The Hemp Connection + supplements

A great example of why too much focus on carbs may actually hurt your PCOS success

If cutting carbs was the only dietary strategy needed to help PCOS, this blog wouldn't exist. There are clearly thousands of women, based on the traffic statistics for this blog, who've tried that approach without success.

One of the food groups that gets cut out of the diet when we worry too much about carbohydrates, is fruit. And fruits are just loaded with antioxidants that are showing potential to help balance our biochemistry.

Resveratrol is one of those anti-oxidants. It is a compound well recognized for its benefits in reducing cancer risk, inflammation, cardiovascular disease, blood clotting, and other aging-related issues. It is actually a compound that some plants have the ability to produce to fight off pathogens that threaten their own health, that turns out to have the same ability in humans.

A recent study specifically done with PCOS suggests that it has potential for women with this syndrome.

In rats, resveratrol was shown to reduce the excess growth of ovarian tissue. It also inhibited the tendency for insulin to promote this type of excess tissue growth.

Where do you get this great stuff?

1. Red grapes, blueberries, bilberries, and cranberries. Bilberry extract is most commonly found in supplement form. The other fruits are often taken out of a low-carbohydrate diet. Don't make this mistake!

2. Red wine. For those of you who are trying to conceive, please exercise caution with this choice. It's best to pursue the nonalcoholic options provided here. But if you are not in that category, consider enjoying a glass of red wine with dinner tonight! Spanish red wines and New York pinot noirs are your best option, they've been found to have the highest resveratrol concentrations.

3. Peanuts and peanut butter. I love this one. Sometimes we think nutrition has to be complicated…but a PB and grape J sandwich is a perfect PCOS-friendly lunch!

4. Resveratrol supplements. These are primarily made from extracts of the kojo-kon root. Not that supplementation is bad, but I've been around long enough to see that when you isolate a compound from its natural source, you often miss out on other factors and compounds that either help make that compound more effective, or that may be the really important compound in the first place. So I'd encourage the other choices over supplementing. Another consideration that is important is potential conception. I just don't like to recommend supplements to anyone who might become pregnant when I don't know for sure if they have more potential to be helpful or harmful.

5. Dark chocolate and non-dutched cocoa powder. So now if anyone, anyone at all, questions why that really, really high-cacao bittersweet chocolate jumped from the shelf in the Trader Joe's checkout line into your grocery bag…just tell them "the inCYST blog made me do it".

Just a note, in addition to pure chocolate squares, think hot chocolate and mole sauce!
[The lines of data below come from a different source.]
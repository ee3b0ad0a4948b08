import { checkDimension, figure, type Dimension, type Figure } from './dimension.js';
import { chancePositive, type SeatVerdict } from './verdict.js';

export interface ClampRingResult {
  readonly verdict: SeatVerdict;
  readonly trouble: 'barrel-too-large' | 'barrel-too-small' | null;
  /** Distance of the barrel from the nearer end of the split's range, on diameter, mm; negative outside it. */
  readonly margin: Figure | null;
  readonly chance: number | null;
  /** What a strip round the barrel must be thick to bring it into the range, mm; null where none is needed. */
  readonly sleeve: Figure | null;
  readonly missing: readonly ('clamp.open' | 'clamp.closed' | 'barrel.diameter')[];
}

/**
 * A split ring holds every barrel between its diameter with the screw slack and with the split closed.
 * Chance = P(open − barrel ≥ 0) · P(barrel − closed ≥ 0), both ends taken as independent. Diameters mm.
 * RangeError when closed is not smaller than open.
 */
export function judgeClampRing(
  clamp: { open: Dimension | null; closed: Dimension | null },
  barrel: Dimension | null,
): ClampRingResult {
  const missing = (
    [
      ['clamp.open', clamp.open],
      ['clamp.closed', clamp.closed],
      ['barrel.diameter', barrel],
    ] as const
  ).flatMap(([name, value]) => (value === null ? [name] : []));
  if (!clamp.open || !clamp.closed || !barrel) {
    return { verdict: 'not-known', trouble: null, margin: null, chance: null, sleeve: null, missing };
  }
  checkDimension(clamp.open, 'the open diameter');
  checkDimension(clamp.closed, 'the closed diameter');
  checkDimension(barrel, 'the barrel');
  if (clamp.closed.value >= clamp.open.value)
    throw new RangeError('The closed diameter must be smaller than the open one.');
  const enters = figure(
    clamp.open.value - barrel.value,
    Math.hypot(clamp.open.uncertainty, barrel.uncertainty),
  );
  const grips = figure(
    barrel.value - clamp.closed.value,
    Math.hypot(clamp.closed.uncertainty, barrel.uncertainty),
  );
  const chance = chancePositive(enters) * chancePositive(grips);
  const margin = enters.value <= grips.value ? enters : grips;
  const trouble = chance >= 0.5 ? null : enters.value < grips.value ? 'barrel-too-large' : 'barrel-too-small';
  // Aimed at the middle of the range, so that reading errors cost as little as they can.
  const middle = (clamp.open.value + clamp.closed.value) / 2;
  const sleeve =
    trouble === 'barrel-too-small' ? figure((middle - barrel.value) / 2, grips.uncertainty / 2) : null;
  return {
    verdict: chance >= 0.95 ? 'seats-with-room' : chance <= 0.05 ? 'will-not-seat' : 'tight',
    trouble,
    margin,
    chance,
    sleeve,
    missing,
  };
}
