import { family, type QuestionFamily } from './family.js';

/** Cameras, wheels, rotators and heaters. */
export const cameraQuestions: readonly QuestionFamily[] = [
  family('dew-ring-does-not-go-over-the-wren-60-dew-shield', {
    titles: [
      'Dew ring is a hair too small for the Wren 60',
      'Ring heater jams half way over the shield',
      'Two tenths too tight, sand or swap?',
    ],
    notices: [
      'It starts and then stands askew, with paint coming off.',
      'The shield reads 80.4, the ring 80.2.',
    ],
    tried: ['Warming the ring does not give enough.', 'Soap got it on once, getting it off was worse.'],
    answers: {
      'ring-rev-c-with-cork': 'Ask for the later ring, wider and lined with cork.',
      'open-the-bore-by-paper':
        'Wet paper round a tin of nearly that size, ring unplugged, until it slides. Keep the dust wet.',
      'strip-instead-of-the-ring': 'A strip goes round anything. I gave the ring away.',
    },
    asides: ['Do not let it sit half way with power on.'],
  }),
  family('dew-strip-60-leaves-a-cold-spot-at-its-ends', {
    titles: [
      'Dew in a wedge at the top of the lens',
      'Strip 60 does not close round the shield',
      'Where should the gap of a dew strip be?',
    ],
    notices: [
      'Always the same sixth of the lens, where the ends do not meet.',
      'Six millimetres are missing to close it.',
    ],
    tried: [
      'More power fogs the stars before it clears the wedge.',
      'A rubber band pulls it together and off its place.',
    ],
    answers: {
      'gap-to-the-top': 'Turn the gap to the top; warm air from both sides rises past it.',
      'foil-under-the-gap':
        'A piece of foil under the ends carries the heat across. Nothing bare near the contacts.',
    },
    asides: ['Is it the 60 or the 70? They look alike in the bag.'],
  }),
  family('supply-cuts-out-with-dew-strip-80-and-motor', {
    titles: [
      'Supply cuts out when heater and motor start together',
      'Everything dark for a second at each focus run',
      'How strong a supply for strip 80 and an M2?',
    ],
    notices: [
      'Each alone runs for hours; together it trips within minutes.',
      'It is worse with the long lead.',
    ],
    tried: ['A thicker lead helped a little.', 'The battery is full, I checked.'],
    answers: {
      'stagger-and-regulate':
        'Start one after the other and let the strip run at half; the sum stays below the limit.',
      'supply-of-its-own': 'Give the heater its own supply, fused at its end. Then the motor does not care.',
    },
    asides: ['Leave the supply itself closed, whatever it says on its label.'],
  }),
  family('focus-drifts-when-the-dew-strip-warms-the-focus-ring', {
    titles: [
      'Focus drifts since I use the dew strip',
      'Sixty micrometres in the first hour, then steady',
      'Heater near the focuser, does it matter?',
    ],
    notices: [
      'The drift starts when the strip does and stops when it is warm through.',
      'Against the thermometer it makes no sense, against the heater it does.',
    ],
    tried: ['Refocusing every ten minutes works, of course.', 'Less power only makes it slower.'],
    answers: {
      'strip-to-the-shield':
        'Put the strip on the shield, far from the focuser, and run it at a third. The drift was gone the same night.',
    },
    asides: ['Log position against time with the heater off for one evening, then you are sure.'],
  }),
  family('filters-rattle-in-fw5', {
    titles: [
      'Filters rattle in the FW5',
      'Flats do not match after every turn of the wheel',
      'Thin filters in a seat for thick ones',
    ],
    notices: [
      'When I shake the wheel gently I hear them.',
      'Dust shadows move between two frames of one filter.',
    ],
    tried: ['A drop of varnish came loose.', 'The spring rings do not reach down that far.'],
    answers: {
      'card-rings-under-the-filters':
        'Rings of black card under each, as thick as the difference. Weigh them down a night before closing.',
      'threaded-rings-rev-c': 'The carousel with threaded rings can be had by itself.',
    },
    asides: ['How thick are the filters, with and without their cell?'],
  }),
  family('fw7-case-meets-the-focus-motor', {
    titles: [
      'FW7 hits the focus motor',
      'Large filter wheel and M2 do not go together?',
      'Six millimetres of overlap between wheel and motor',
    ],
    notices: ['Inwards the case meets the motor before focus is reached.', 'It stalls with a scrape.'],
    tried: ['An extension gives the room and takes the back focus.', 'The motor’s other side has the cable.'],
    answers: {
      'turn-the-wheel-60': 'Turn the wheel by sixty degrees on its thread, then its corner is elsewhere.',
      'case-rev-b': 'The later case is cut away just there.',
    },
    asides: ['Measure from the axis to the farthest point of both and add two millimetres for the cable.'],
  }),
  family('filter-drawer-lifts-off-its-magnets', {
    titles: [
      'Filter drawer comes off its magnets',
      'Drawer is a tenth out after each change',
      'Magnets stand proud in the drawer',
    ],
    notices: [
      'It snaps in and then sits askew on one magnet.',
      'The frame shifts by some pixels at every change.',
    ],
    tried: ['Pressing it home by hand holds until the first slew.', 'Tape on the magnets was too thick.'],
    answers: {
      'set-magnets-in-epoxy':
        'Set them a tenth deeper in epoxy, flush against a glass plate. Mind which way round they are.',
      'drawer-rev-b': 'The later body holds them from behind.',
    },
    asides: ['Keep them away from cards and watches while you do it.'],
  }),
  family('r54-rotator-slips-under-a-heavy-camera', {
    titles: [
      'R54 lets the camera turn by itself',
      'Angle of the camera is off by two degrees in the morning',
      'Rotator slips where the cable pulls',
    ],
    notices: ['It turns when the cable comes round, always the same way.', 'Two newtons at the rim move it.'],
    tried: ['The screw on top is as tight as it goes.', 'Less weight helps, but I need the wheel.'],
    answers: {
      'spring-screw-and-clean-track': 'Half a turn on the spring screw and alcohol on the track.',
      'tie-the-cables-on-axis': 'Lead the cables along the axis, then nothing pulls at the rim.',
    },
    asides: ['Weigh what hangs behind it, there is a limit in the leaflet.'],
  }),
  family('hand-rotator-lock-screw-dents-the-dovetail', {
    titles: [
      'Lock screw of the hand rotator has made a dent',
      'Rotator always goes back to the same wrong angle',
      'How to get a dent out of a ring',
    ],
    notices: [
      'The screw finds its dent and pulls the angle with it.',
      'A bright crater with a rim that one can feel.',
    ],
    tried: ['Locking more gently does not hold.', 'Moving by ten degrees makes a second one.'],
    answers: {
      'brass-disc-under-the-screw': 'A disc of brass under the screw spreads the load. It cost me a washer.',
      'stone-the-dent-rim':
        'Take the rim down with a fine stone, camera off, opening closed; leave the crater.',
      'rotator-rev-b': 'There are screws with brass tips now, they fit the older body too.',
    },
    asides: ['Ask the maker for the tips first, I was sent three.'],
  }),
  family('q16-flange-tilts-on-its-adjusting-screws', {
    titles: [
      'Flange of the Q16 is tilted from the factory',
      'How to square the Q16 without an autocollimator',
      'Bottom left always long with the Q16',
    ],
    notices: [
      'The gap under the flange is half a millimetre at one screw and three tenths at another.',
      'The bad corner stays when I turn everything in front of the camera.',
    ],
    tried: ['By the stars I chase it round in circles.', 'Paper at one side made another corner bad.'],
    answers: {
      'square-it-with-leaves':
        'Feeler leaves at the three screws until all gaps are alike, camera face down on a flat plate. Then the stars.',
      'foil-under-one-side':
        'If the screws are at their end: foil under the low side, as thick as the difference.',
    },
    asides: ['Turn only the camera by half a turn and look whether the corner goes with it.'],
  }),
  family('g1-guide-camera-sticks-in-the-micro-helical', {
    titles: [
      'Guide camera G1 sticks in the micro helical',
      'G1 goes in and will not come out',
      'Barrel of the G1 two hundredths too wide?',
    ],
    notices: ['It goes in with a push and stays.', 'In the cold it will not go in at all.'],
    tried: ['Grease made it come out once.', 'Other cameras slide in the same bore.'],
    answers: {
      'rub-the-barrel-down':
        'A few hundredths off the barrel with fine paper, sensor closed with tape, all round alike.',
      'wax-and-a-stop-ring': 'Candle wax and a ring that keeps it from going in all the way.',
    },
    asides: ['Do not turn it out by its cable.'],
  }),
  family('indoor-focus-test-without-a-star-for-a-wren-60-with-m1', {
    titles: [
      'Can I test the motor indoors, without a star?',
      'How do I measure backlash in daylight?',
      'Clouded out for weeks, what can be tried on the bench',
    ],
    notices: [
      'I would like to know that all is well before the first clear night.',
      'Steps per turn I can count, but not what the lens sees.',
    ],
    tried: ['A lamp across the garden works, more or less.', 'With a printed chart I see nothing change.'],
    answers: {
      'reversal-test-on-a-lamp':
        'A far lamp behind foil with a pinhole does as a star. Run the reversal test on it and note both numbers.',
    },
    asides: ['Never towards the Sun, not even past a window.'],
  }),
  family('wren-60-field-shifts-with-the-ring-clamp-at-the-focuser', {
    titles: [
      'Field jumps when the ring clamp is tightened',
      'Focuser of the Wren 60 binds in its clamp',
      'May the clamp sit on the focuser itself?',
    ],
    notices: [
      'The image moves sideways by a tenth of the field when I close the screw.',
      'The helical goes hard at the same time.',
    ],
    tried: ['Less force and everything slides.', 'Felt under it was better, not good.'],
    answers: {
      'clamp-forward-of-the-joint':
        'Move it forward onto the tube, where there is wall to press on. Balance again and done.',
    },
    asides: ['The wall over the seat is just over a millimetre, it has no business there.'],
  }),
];
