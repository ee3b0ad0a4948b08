import type { Knex } from 'knex';
import type { MakerPage } from '../../shared/contract/makers.js';
import { toRevisionRef } from '../revision-ref.js';

/** Read model of the maker's page: what it answered and what it made right. */
export const makerPageStore = {
  /** On write-ups that are published, the latest first. */
  async answers(db: Knex, makerId: number): Promise<{ slug: string; title: string; changedAt: Date }[]> {
    return db('maker_answers as n')
      .join('write_ups as w', 'w.id', 'n.write_up_id')
      .join('editions as e', 'e.id', 'w.published_edition_id')
      .where('n.maker_id', makerId)
      .whereNull('n.taken_back_at')
      .orderBy('n.changed_at', 'desc')
      .select('w.slug', 'e.title', { changedAt: 'n.changed_at' });
  },

  async madeRight(db: Knex, makerId: number): Promise<MakerPage['madeRight']> {
    const rows: {
      slug: string;
      title: string;
      id: number;
      partId: number;
      label: string;
      partName: string;
    }[] = await db('fixes as f')
      .join('revisions as r', 'r.id', 'f.made_right_from')
      .join('parts as p', 'p.id', 'r.part_id')
      .join('write_ups as w', 'w.id', 'f.write_up_id')
      .join('editions as e', 'e.id', 'w.published_edition_id')
      .where('p.maker_id', makerId)
      .distinct('w.slug', 'e.title', 'r.id', 'r.label', { partId: 'r.part_id', partName: 'p.name' })
      .orderBy('e.title');
    return rows.map(({ slug, title, ...from }) => ({ slug, title, from }));
  },

  async partIds(db: Knex, makerId: number): Promise<number[]> {
    return db('parts').where('maker_id', makerId).orderBy(['name', 'id']).pluck('id');
  },

  async announced(db: Knex, makerId: number): Promise<MakerPage['announced']> {
    const rows: {
      slug: string;
      name: string;
      id: number;
      partId: number;
      label: string;
      soldFrom: string | null;
      whatChanges: string;
    }[] = await db('revisions as r')
      .join('parts as p', 'p.id', 'r.part_id')
      .where({ 'p.maker_id': makerId, 'r.state': 'announced' })
      .orderBy(['p.name', 'r.position'])
      .select('p.slug', 'p.name', 'r.id', 'r.label', {
        partId: 'p.id',
        soldFrom: 'r.sold_from',
        whatChanges: 'r.what_changed',
      });
    return rows.map(({ slug, name, id, partId, label, ...rest }) => ({
      part: { slug, name },
      revision: toRevisionRef({ id, partId, label, state: 'announced' }),
      ...rest,
    }));
  },
};
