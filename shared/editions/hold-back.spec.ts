import { describe, expect, it } from 'vitest';
import { emptyContent, type EditionContent, type Reading } from '../contract/edition-content.js';
import type { EditionText } from './edition-text.js';
import { holdBack } from './hold-back.js';

const textOf = (content: Partial<EditionContent>, changeNote = ''): EditionText => ({
  content: { ...emptyContent, ...content },
  changeNote,
});
const reading = (key: string, value: number): Reading => ({
  key,
  revisionId: null,
  dimension: 'lip',
  value,
  unit: 'mm',
  instrument: 'caliper',
  uncertainty: null,
});

describe('a text of which something cannot be saved', () => {
  it('when a field is named, then it goes back to what was saved and the others stay', () => {
    const text = textOf({ title: 'too long', cause: 'new' }, 'too long');
    const saved = textOf({ title: 'old', cause: 'old' }, 'old note');
    expect(holdBack(text, saved, ['title', 'changeNote'])).toEqual(
      textOf({ title: 'old', cause: 'new' }, 'old note'),
    );
  });

  it('when an item is named, then only that goes back, wherever it stood', () => {
    const text = textOf({ readings: [reading('reading-2', 20), reading('reading-1', 10)] });
    const saved = textOf({ readings: [reading('reading-1', 1), reading('reading-2', 2)] });
    expect(holdBack(text, saved, ['readings.1.value', 'readings.1.unit']).content.readings).toEqual([
      reading('reading-2', 20),
      reading('reading-1', 1),
    ]);
  });

  it('when an item was never saved, then it is left out', () => {
    const text = textOf({ readings: [reading('reading-1', 1), reading('reading-2', 2)] });
    expect(holdBack(text, textOf({}), ['readings.0']).content.readings).toEqual([reading('reading-2', 2)]);
  });

  it('when a list as such is named, then all of it goes back', () => {
    const saved = textOf({ symptoms: ['rocks'] });
    expect(holdBack(textOf({ symptoms: ['slips', 'binds'] }), saved, ['symptoms.0', 'symptoms'])).toEqual(
      saved,
    );
  });

  it('when nothing is named that it has, then it stays as it is', () => {
    const text = textOf({ title: 'new' });
    expect(holdBack(text, textOf({}), ['elsewhere', ''])).toEqual(text);
  });
});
One important point I need to make here is that when resveratrol-containing foods are included in a balanced diet, they can have benefit. It's important to not eliminate entire categories of food. Resveratrol, however, has the ability to affect estrogen levels, in both directions. It's best not to overdose on the supplement because it's"good". Balance is always the goal in PCOS.

Wong DH, Villanueva JA, Cress AB, Duleba AJ. Effects of resveratrol on proliferation and apoptosis in rat ovarian theca-interstitial cells. Mol Hum Reprod. 2010 Jan 12. [Epub ahead of print]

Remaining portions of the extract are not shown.